Сцена погрузилась во мрак.
– Ну, что скажешь? – прошептал в темноте Калуччи.
Вспыхнул свет. На сцену вышел один из комиков в мешковатых штанах, изображавший врача, и миниатюрная блондинка с огромной грудью. Блондинка, игравшая пациентку, начала жаловаться на отсутствие мужского внимания.
– Мокруха мне как-то не по душе, – прошептал Ла-Бреска.
– А что делать, если другого выхода нет? – вздохнул Калуччи.
– И все же…
– Ты подумай, о каких бабках идет речь!
– В том-то и дело. Их и на троих вполне хватит, разве нет? – спросил Ла-Бреска.
– На хрена делить на троих то, что можно разделить и на двоих?
– Потому что, если мы не возьмем Дома в дело, он нас вломит. Слушай, какой смысл все по сотому разу повторять? Его надо брать – без вариантов.
– Это надо обмозговать, – опустил голову Калуччи.
– Времени в обрез. Пятнадцатое уже скоро. Дом хочет знать ответ прямо сейчас.
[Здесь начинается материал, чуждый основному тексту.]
"""What rates answers: rates and yields of each state with their covariance, and the fit behind.

Compounds stand in one order everywhere: the basis first, then as in the run, biomass among them in
mol of its formula (weight with ash). Every number is positive on the declared side of its
compound; for a compound of either side, positive is given off.
"""

from __future__ import annotations

from dataclasses import dataclass, field
from math import sqrt
from typing import TYPE_CHECKING

if TYPE_CHECKING:
    from yieldnet.foundation.findings import Finding
    from yieldnet.foundation.sourced import Assumption
    from yieldnet.foundation.units import Weight
    from yieldnet.model.cultivation import Cultivation

__all__ = [
    "Estimate",
    "Fit",
    "FittedSeries",
    "RateResult",
    "Scatter",
    "StateRates",
    "TriedWindow",
]

Matrix = tuple[tuple[float, ...], ...]


@dataclass(frozen=True, slots=True, kw_only=True)
class Estimate:
    """A number with its standard deviation, both in the unit that its place says."""

    value: float
    sd: float


@dataclass(frozen=True, slots=True, kw_only=True)
class TriedWindow:
    """A run of samples that was tried as the phase of exponential growth.

    Parameters
    ----------
    start, end : float
        Times of its first and last sample [h].
    samples : int
        Samples with biomass in it [-].
    growth_rate : Estimate
        Slope of ln(biomass) over time [1/h].
    chi_square : float
        Of the straight line [-].
    degrees_of_freedom : int
        Of the straight line [-].
    p_value : float
        Chance of a larger chi-square [-].
    passes : bool
        Whether it is straight at 95 % and its slope is positive beyond two standard deviations.
    """

    start: float
    end: float
    samples: int
    growth_rate: Estimate
    chi_square: float
    degrees_of_freedom: int
    p_value: float
    passes: bool


@dataclass(frozen=True, slots=True, kw_only=True)
class FittedSeries:
    """One measured series with what the fit says of it.

    Parameters
    ----------
    compound : str
        What is measured.
    place : str
        ``broth`` or ``gas``.
    unit : str
        ``g/L`` for biomass, ``mol/L`` in the broth, ``mol/h`` (given off) in the gas.
    times : tuple of float
        Of the samples in the window [h].
    values, sds : tuple of float
        Observed, in ``unit``; without the error of the calibration, which all samples share.
    fitted : tuple of float
        The fit at the same times, in ``unit``.
    residuals : tuple of float
        (observed - fitted) / s.d. [-].
    curve_times, curve_values : tuple of float
        The fit at close points, to be drawn [h], in ``unit``.
    """

    compound: str
    place: str
    unit: str
    times: tuple[float, ...]
    values: tuple[float, ...]
    sds: tuple[float, ...]
    fitted: tuple[float, ...]
    residuals: tuple[float, ...]
    curve_times: tuple[float, ...]
    curve_values: tuple[float, ...]


@dataclass(frozen=True, slots=True, kw_only=True)
class Fit:
    """How well constant specific rates describe a window.

    Parameters
    ----------
    window : tuple of (float, float)
        First and last time [h].
    chosen : bool
        Whether the run names the window, rather than that it was found.
    tried : tuple of TriedWindow
        All windows that were tried, longest first; empty for a chosen one.
    chi_square : float
        Of all observations together [-].
    degrees_of_freedom : int
        Observations less parameters [-].
    p_value : float or None
        Chance of a larger chi-square if the errors are as stated; ``None`` without degrees of
        freedom [-].
    series : tuple of FittedSeries
        What was observed and what the fit says.
    """

    window: tuple[float, float]
    chosen: bool
    tried: tuple[TriedWindow, ...]
    chi_square: float
    degrees_of_freedom: int
    p_value: float | None
    series: tuple[FittedSeries, ...]


@dataclass(frozen=True, slots=True, kw_only=True)
class Scatter:
    """How the replicates of a steady state scatter.

    Parameters
    ----------
    quantity : str
        ``growth rate``, ``specific rate of NAME`` or ``volumetric rate of NAME``.
    replicates : int
        Rows that were averaged [-].
    chi_square : float
        Of the differences between the rows [-].
    degrees_of_freedom : int
        Rows less one [-].
    p_value : float
        Chance of a larger chi-square [-].
    ratio : float
        By which the standard deviation of the mean was enlarged; 1 if it was not [-].
    """

    quantity: str
    replicates: int
    chi_square: float
    degrees_of_freedom: int
    p_value: float
    ratio: float


@dataclass(frozen=True, slots=True, kw_only=True)
class StateRates:
    """Rates and yields of one steady state, or of one window of a batch or a fed-batch.

    Parameters
    ----------
    label : str
        Name of the state; empty for batch and fed-batch.
    growth_rate : Estimate or None
        Specific growth rate [1/h]; ``None`` where biomass was not measured.
    compounds : tuple of str
        Measured compounds: the basis, then in the order of the run.
    weights : tuple of Weight
        What one mol of each weighs.
    specific_rates : tuple of float or None
        Of each compound, biomass as growth rate over molar mass [mol/g/h]; ``None`` where biomass
        was not measured.
    specific_covariance : tuple of tuple of float or None
        Their covariance [(mol/g/h)^2].
    volumetric_rates : tuple of float
        Of each compound [mol/L/h]; for a batch or a fed-batch, what was turned over in the window
        over the integral of the volume.
    volumetric_covariance : tuple of tuple of float
        Their covariance [(mol/L/h)^2].
    yields : tuple of float
        Of each compound but the basis [mol/mol basis].
    yield_covariance : tuple of tuple of float
        Their covariance [(mol/mol)^2].
    respiratory_quotient : Estimate or None
        Carbon dioxide given off per oxygen taken up [mol/mol].
    fit : Fit or None
        How well constant rates describe the window; ``None`` for other methods.
    scatter : tuple of Scatter
        How replicates scatter; empty where there is one row or no chemostat.
    """

    label: str
    growth_rate: Estimate | None
    compounds: tuple[str, ...]
    weights: tuple[Weight, ...]
    specific_rates: tuple[float, ...] | None
    specific_covariance: Matrix | None
    volumetric_rates: tuple[float, ...]
    volumetric_covariance: Matrix
    yields: tuple[float, ...]
    yield_covariance: Matrix
    respiratory_quotient: Estimate | None
    fit: Fit | None = None
    scatter: tuple[Scatter, ...] = ()

    @property
    def basis(self) -> str:
        """The basis compound."""
        return self.compounds[0]

    @property
    def products(self) -> tuple[str, ...]:
        """Compounds that have a yield: all but the basis, in the order of ``yields``."""
        return self.compounds[1:]

    def specific_rate(self, name: str) -> Estimate:
        """Specific rate of a compound [mol/g/h].

        Raises
        ------
        KeyError
            If the compound was not measured, or biomass was not.
        """
        if self.specific_rates is None or self.specific_covariance is None:
            raise KeyError(name)
        at = self._at(name, self.compounds)
        return Estimate(value=self.specific_rates[at], sd=sqrt(self.specific_covariance[at][at]))

    def volumetric_rate(self, name: str) -> Estimate:
        """Volumetric rate of a compound [mol/L/h].

        Raises
        ------
        KeyError
            If the compound was not measured.
        """
        at = self._at(name, self.compounds)
        return Estimate(
            value=self.volumetric_rates[at], sd=sqrt(self.volumetric_covariance[at][at])
        )

    def yield_of(self, name: str) -> Estimate:
        """Yield of a compound [mol/mol basis].

        Raises
        ------
        KeyError
            If the compound was not measured, or is the basis.
        """
        at = self._at(name, self.products)
        return Estimate(value=self.yields[at], sd=sqrt(self.yield_covariance[at][at]))

    def yield_in_grams(self, name: str) -> Estimate:
        """Yield of a compound by weight, biomass with its ash [g/g basis].

        Raises
        ------
        KeyError
            If the compound was not measured, or is the basis.
        """
        return self._scaled(name, "g")

    def yield_in_carbon(self, name: str) -> Estimate:
        """Yield of a compound by carbon [C-mol/C-mol basis].

        Raises
        ------
        KeyError
            If the compound was not measured, or is the basis.
        UnitError
            If the compound or the basis has no carbon.
        """
        return self._scaled(name, "C-mol")

    def correlation(self, first: str, second: str) -> float | None:
        """Correlation of two yields [-]; ``None`` where one of them is exact.

        Raises
        ------
        KeyError
            If a compound was not measured, or is the basis.
        """
        one, other = (self._at(name, self.products) for name in (first, second))
        scale = sqrt(self.yield_covariance[one][one] * self.yield_covariance[other][other])
        return self.yield_covariance[one][other] / scale if scale else None

    def _scaled(self, name: str, unit: str) -> Estimate:
        plain = self.yield_of(name)
        weight = self.weights[self._at(name, self.compounds)]
        factor = float(self.weights[0].mol_per(unit) / weight.mol_per(unit))
        return Estimate(value=plain.value * factor, sd=plain.sd * factor)

    @staticmethod
    def _at(name: str, names: tuple[str, ...]) -> int:
        if name not in names:
            raise KeyError(name)
        return names.index(name)


@dataclass(frozen=True, slots=True, kw_only=True)
class RateResult:
    """Rates and yields of a run.

    Parameters
    ----------
    run : Cultivation
        What they were found from.
    states : tuple of StateRates
        One for a batch or a fed-batch; one for each steady state of a chemostat, in the order of
        the sheet.
    findings : tuple of Finding
        What is doubtful: of the run when it was read, then of its rates.
    assumptions : tuple of Assumption
        What the numbers take for granted.
    """

    run: Cultivation = field(repr=False)
    states: tuple[StateRates, ...]
    findings: tuple[Finding, ...]
    assumptions: tuple[Assumption, ...]

    def state(self, label: str) -> StateRates:
        """State by its label.

        Raises
        ------
        KeyError
            If there is none of that name.
        """
        for item in self.states:
            if item.label == label:
                return item
        raise KeyError(label)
– Ладно, – вздохнул Калуччи, – пока передай ему, что он пойдет на дело с нами. А возьмем мы его или нет – решим потом. Может, эту падлу вообще вальнем. Я серьезно.
– Ну а теперь, дамы и господа, – раздался из динамиков голос, – позвольте с огромным удовольствием представить вам звезду Сан-Франциско, юную леди, что свела с ума немало жителей этого города у Золотых Врат, чертовку, чьи танцы заставляли краснеть благочестивое чиновничество Гонконга – краснеть, разумеется, в физическом, а не политическом смысле… Итак, позвольте пригласить на сцену мисс Анну Мэй Зонг!
В зале притушили свет. Оркестр заиграл вольную импровизацию известного блюза. Под грохот тарелок на сцену, мелко семеня ногами, выскочила кареглазая девушка в традиционном китайском наряде. Руки ее были молитвенно сложены и голова опущена.
– Ох и перетрахал я этих узкоглазых, – протянул Калуччи.
– Может, хватит болтать? – возмутился сидевший впереди лысый мужчина. – А то одни разговоры у меня за спиной – никакого удовольствия от шоу.
– Пошел ты, лысина, – отозвался Ла-Бреска.
И все же приятели замолчали. О’Брайен подался вперед. Паркер оперся на подлокотник. Однако детективы так ничего и не услышали. Капек сидел через проход, и, поскольку из-за расстояния он изначально ничего не мог разобрать, детектив просто смотрел, как китаянка медленно обнажается под музыку.